End of the second week Sunday morning, I had about 30 texts and emails from people saying, “Look outside.” Two feet of snow had fallen and it didn’t stop snowing. We had the largest super-storm to hit Alaska in 30 years in our last three weeks of shooting. So I got my wish, which was crazy. I shot the whole thing in 26 days. I had 225 scenes in 26 days to shoot, which is crazy. I didn’t realise really how crazy that was. From day one to the last day, we lost three-and-a-half hours of daylight. By the end, we were only having the sun come up at 10 in the morning and set at 4pm. We ended up backing everything to night shoots towards the end, with me moving scenes into nighttime from what was supposed to be a day scene.

Then we started hitting zero degrees – it became so cold. Everybody stuck to it, not one single moan or grumble. Everybody understood the film and the place we were in, the people around us. Most of our crew were Alaskan and everybody we met was like, “I knew someone who knew [serial Hansen. I grew up on the same street as him. I used to go to his bakery. My father went hunting with him” because it was such a tight-knit community and this was the biggest case.

What was the energy like with Cage and Cusack when you shot the interrogation scenes?

It’s about a six-page scene and I split it into two. I was going to do one scene and then we were going to break for lunch then come back and shoot the second half – the really big climactic eruption. We were in a closed room with two cameras in there. It was very claustrophobic. I was letting John and Nic have free rein as to where they could move. I told them, “Don’t worry about the cameras, the cameras will find you. I’ve got that covered, just go for it.” The last take they did before we were supposed to break for lunch; they went into the next three pages. And actually that last take, everybody had chills watching what they were doing. It was pretty full-on – there were literally chairs flying in the room. A lot of that is the take that I used.

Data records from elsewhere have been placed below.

/**
 * Identification benchmark (npm run bench:identify): synthetic sessions drawn from the
 * catalog with a fixed seed, run through the whole pipeline, scored against their truth.
 * Prints accuracy by scenario, mixture precision/recall, the share answered "ambiguous",
 * shift recovery and a reliability table (stated confidence against observed accuracy).
 *   --seed N     seed (default 20261202)
 *   --n N        sessions per scenario (default 200)
 *   --show-wrong   print each confidently wrong answer (--yaml: with its session)
 *   --show-missed  print each mixture whose answer misses a gas of the truth
 *   --fit        also fit the Platt scaling of the confidence (src/identify/model.ts) on these results
 */
import { writeFileSync } from 'node:fs';
import { calibratedConfidence } from '../src/identify/model.js';
import { loadCatalog } from '../src/lines/load.js';
import { runSession } from '../src/pipeline.js';
import { numberArg } from './args.js';
import { fitPlatt, type RawOutcome } from './platt.js';
import { makeSession, rng, type SyntheticOptions, visibleLines } from './synthetic.js';

const args = process.argv.slice(2);
const arg = (name: string, fallback: number) => numberArg(args, name, fallback);
const SEED = arg('--seed', 20261202);
const N = arg('--n', 200);
const FIT = args.includes('--fit');

const loaded = loadCatalog();
if (!loaded.ok) throw new Error('catalog has problems');
const catalog = loaded.value;
const rand = rng(SEED);
const pick = <T>(xs: readonly T[]): T => xs[Math.floor(rand() * xs.length)] as T;

const VISIBLE: [number, number] = [400, 700];
const tubeGases = (catalog.groups.get('discharge-gases')?.species ?? []).filter(
  (s) => visibleLines(catalog, s, VISIBLE, 'air', 0).length >= 4,
);
const quasarSpecies = ['H I', 'Mg II', 'C III', 'C IV', 'O III', 'O II', 'Ne III', 'He II'].filter((s) =>
  catalog.species.has(s),
);

interface Outcome {
  scenario: string;
  truth: string[];
  answer: string[];
  status: string;
  confidence: number;
  rawConfidence: number;
  topCandidates: string[];
  contenders: { species: string[]; score: number }[];
  zTrue: number | null;
  z: number | null;
  zSigma: number | null;
  lines: number;
  yaml: string;
}

function run(scenario: string, make: () => SyntheticOptions): Outcome[] {
  const out: Outcome[] = [];
  let guard = 0;
  while (out.length < N && guard++ < N * 20) {
    const options = make();
    const s = makeSession(catalog, rand, options);
    if (!s) continue;
    if (options.z !== null && s.lineCount < 4) continue;
    const r = runSession('bench.yaml', s.yaml, catalog);
    if (!r.ok) throw new Error(`benchmark session failed: ${JSON.stringify(r.diagnostics[0])}\n${s.yaml}`);
    const e = r.identification.explanation;
    out.push({
      scenario,
      truth: s.truth,
      answer: e.species.filter((x) => !r.identification.candidates.find((c) => c.species === x)?.telluric),
      status: e.status,
      confidence: e.confidence,
      rawConfidence: e.raw_confidence,
      topCandidates: r.identification.candidates.map((c) => c.species),
      contenders: e.contenders.map((c) => ({ species: c.species, score: c.score })),
      zTrue: s.z,
      z: r.identification.shift?.z ?? null,
      zSigma: r.identification.shift?.z_sigma ?? null,
      lines: s.lineCount,
      yaml: s.yaml,
    });
  }
  return out;
}

const same = (a: readonly string[], b: readonly string[]) =>
  a.length === b.length && a.every((x, i) => x === b[i]);
const pct = (x: number) => `${(100 * x).toFixed(1)} %`;

const t0 = performance.now();
const results: Outcome[] = [];
for (const sigma of [0.1, 0.5, 1, 2]) {
  results.push(
    ...run(`single gas, σ ${sigma} nm`, () => ({
      species: [pick(tubeGases)],
      sigma_nm: sigma,
      range_nm: VISIBLE,
      medium: 'air',
      sourceKind: 'lamp',
      z: null,
      searchRange: null,
      spuriousMean: 0.5,
      groups: ['discharge-gases'],
    })),
  );
}
results.push(
  ...run('two gases, σ 0.5 nm', () => {
    const a = pick(tubeGases);
    let b = pick(tubeGases);
    while (b === a) b = pick(tubeGases);
    return {
      species: [a, b],
      sigma_nm: 0.5,
      range_nm: VISIBLE,
      medium: 'air',
      sourceKind: 'lamp',
      z: null,
      searchRange: null,
      spuriousMean: 0.5,
      groups: ['discharge-gases'],
    };
  }),
);
results.push(
  ...run('unknown redshift, σ 0.5 nm', () => ({
    species: rand() < 0.6 ? ['H I'] : ['H I', pick(quasarSpecies.filter((s) => s !== 'H I'))],
    sigma_nm: 0.5,
    range_nm: [380, 900],
    medium: 'vacuum',
    sourceKind: 'galaxy',
    z: rand() * 0.5,
    searchRange: [0, 0.6],
    spuriousMean: 0.3,
    groups: ['quasar'],
  })),
);
const elapsed = performance.now() - t0;
if (args.includes('--show-wrong')) {
  for (const r of results.filter((x) => x.status === 'identified' && !same(x.answer, x.truth))) {
    console.log(
      `WRONG ${r.scenario}: truth ${r.truth.join('+')} z=${r.zTrue?.toFixed(4)} → ${r.answer.join('+')} z=${r.z?.toFixed(4)} (${pct(r.confidence)}), ${r.lines} lines`,
    );
    if (args.includes('--yaml')) console.log(r.yaml);
  }
}

if (args.includes('--show-missed')) {
  // Mixtures where a gas of the truth is missing from the answer.
  for (const r of results.filter((x) => x.truth.length > 1 && !x.truth.every((t) => x.answer.includes(t))))
    console.log(
      `MISSED ${r.scenario}: truth ${r.truth.join('+')} → ${r.answer.join('+') || 'nothing'} (${r.status} ${pct(r.confidence)}), ${r.lines} lines; contenders ${r.contenders.map((c) => `${c.species.join('+')} ${c.score.toFixed(1)}`).join(', ')}`,
    );
}

console.log(
  `lineledger identification benchmark — seed ${SEED}, ${results.length} sessions, ${(elapsed / 1000).toFixed(1)} s\n`,
);
console.log('scenario                        n   exact   top-1   top-3   ambiguous   wrong-confident');
for (const scenario of [...new Set(results.map((r) => r.scenario))]) {
  const rs = results.filter((r) => r.scenario === scenario);
  const exact = rs.filter((r) => same(r.answer, r.truth)).length / rs.length;
  const top1 = rs.filter((r) => r.truth.includes(r.topCandidates[0] ?? '')).length / rs.length;
  const top3 =
    rs.filter((r) => r.truth.every((t) => r.topCandidates.slice(0, 3 + r.truth.length - 1).includes(t)))
      .length / rs.length;
  const ambiguous = rs.filter((r) => r.status === 'ambiguous').length / rs.length;
  const wrong = rs.filter((r) => r.status === 'identified' && !same(r.answer, r.truth)).length / rs.length;
  console.log(
    `${scenario.padEnd(30)} ${String(rs.length).padStart(3)}  ${pct(exact).padStart(7)} ${pct(top1).padStart(7)} ${pct(top3).padStart(7)}  ${pct(ambiguous).padStart(9)}  ${pct(wrong).padStart(9)}`,
  );
}

const mix = results.filter((r) => r.scenario.startsWith('two gases'));
let tp = 0;
let fp = 0;
let fn = 0;
for (const r of mix) {
  tp += r.answer.filter((s) => r.truth.includes(s)).length;
  fp += r.answer.filter((s) => !r.truth.includes(s)).length;
  fn += r.truth.filter((s) => !r.answer.includes(s)).length;
}
const bothFound =
  mix.filter((r) => r.truth.every((t) => r.answer.includes(t))).length / Math.max(1, mix.length);
console.log(
  `\nmixtures: precision ${pct(tp / Math.max(1, tp + fp))}, recall ${pct(tp / Math.max(1, tp + fn))}, both species found ${pct(bothFound)}`,
);

const shifted = results.filter((r) => r.zTrue !== null);
const within = shifted.filter(
  (r) => r.z !== null && r.zSigma !== null && Math.abs(r.z - (r.zTrue ?? 0)) <= 3 * Math.max(r.zSigma, 1e-6),
);
const within01 = shifted.filter((r) => r.z !== null && Math.abs(r.z - (r.zTrue ?? 0)) <= 0.01);
console.log(
  `redshift: ${shifted.length} sessions with ≥ 4 lines; within 3σ ${pct(within.length / Math.max(1, shifted.length))}; within 0.01 ${pct(within01.length / Math.max(1, shifted.length))}`,
);

function reliability(confidenceOf: (r: Outcome) => number, label: string) {
  console.log(
    `\nreliability (${label}): stated confidence of the explanation vs. how often it was exactly right`,
  );
  console.log('decile        n   stated   observed   gap');
  let worst = 0;
  for (let d = 0; d < 10; d++) {
    const rs = results.filter((r) => {
      const c = confidenceOf(r);
      return c >= d / 10 && (c < (d + 1) / 10 || (d === 9 && c <= 1));
    });
    if (rs.length === 0) continue;
    const stated = rs.reduce((a, r) => a + confidenceOf(r), 0) / rs.length;
    const observed = rs.filter((r) => same(r.answer, r.truth)).length / rs.length;
    const gap = 100 * (observed - stated);
    if (rs.length >= 20) worst = Math.max(worst, Math.abs(gap));
    console.log(
      `${(d / 10).toFixed(1)}–${((d + 1) / 10).toFixed(1)}  ${String(rs.length).padStart(5)}   ${pct(stated).padStart(7)}   ${pct(observed).padStart(7)}   ${gap >= 0 ? '+' : ''}${gap.toFixed(1)}`,
    );
  }
  console.log(`largest gap in a decile with ≥ 20 sessions: ${worst.toFixed(1)} points`);
}
reliability((r) => r.confidence, 'as reported');

if (args.includes('--dump-raw')) {
  const file = args[args.indexOf('--dump-raw') + 1] as string;
  const rows: RawOutcome[] = results.map((r) => ({ raw: r.rawConfidence, right: same(r.answer, r.truth) }));
  writeFileSync(file, `${JSON.stringify(rows)}\n`);
  console.log(`wrote ${rows.length} raw confidences to ${file}`);
}

if (FIT) {
  const { slope: a, intercept: b } = fitPlatt(
    results.map((r) => ({ raw: r.rawConfidence, right: same(r.answer, r.truth) })),
  );
  console.log(
    `\nfit: CONFIDENCE_CALIBRATION = { slope: ${a.toFixed(3)}, intercept: ${b.toFixed(3)} } (Platt scaling on ${results.length} sessions)`,
  );
  reliability(
    (r) => calibratedConfidence(r.rawConfidence, { slope: a, intercept: b }),
    'with the fitted scaling',
  );
}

We came back after lunch to do it more and more to get more coverage and their performances were just picking up. That was an amazing day. Those guys, I’d asked them to try and not have a reunion prior to shooting that day. They both really respected that and came into the room that day in character and didn’t even really say hi. They sat down and said, “Okay, let’s go.” Both of them are so phenomenal. I’d given them both direction based on the FBI’s initial direction to the cop – how cops interview, how the room was set up. With John I’d gone through the full transcript – like the size of a phonebook – of everything Hansen had said and FBI manuals based on his particular sub-category of serial killer-rapist so we knew where Hansen was coming from.

I said to them, “I think this is like a chess game.” I thought of it a bit like Frost/Nixon, that kind of drama and intensity of these two people. Both these guys just brought it. It was amazing. There are about six minutes more of that interview sequence that I had to take out. I was told to cut the film down. But that scene goes on and it’s great – I mean, some of the stuff John ended up doing was so subtle and hidden, so creepy.

What do you have lined up next?

There are about three or four different projects. There’s a lot I’m doing, but I’m back into writing and researching. I imagine I’ll probably do another true story next, but I want to do something that isn’t quite as intense and heavy; something with a bit more action.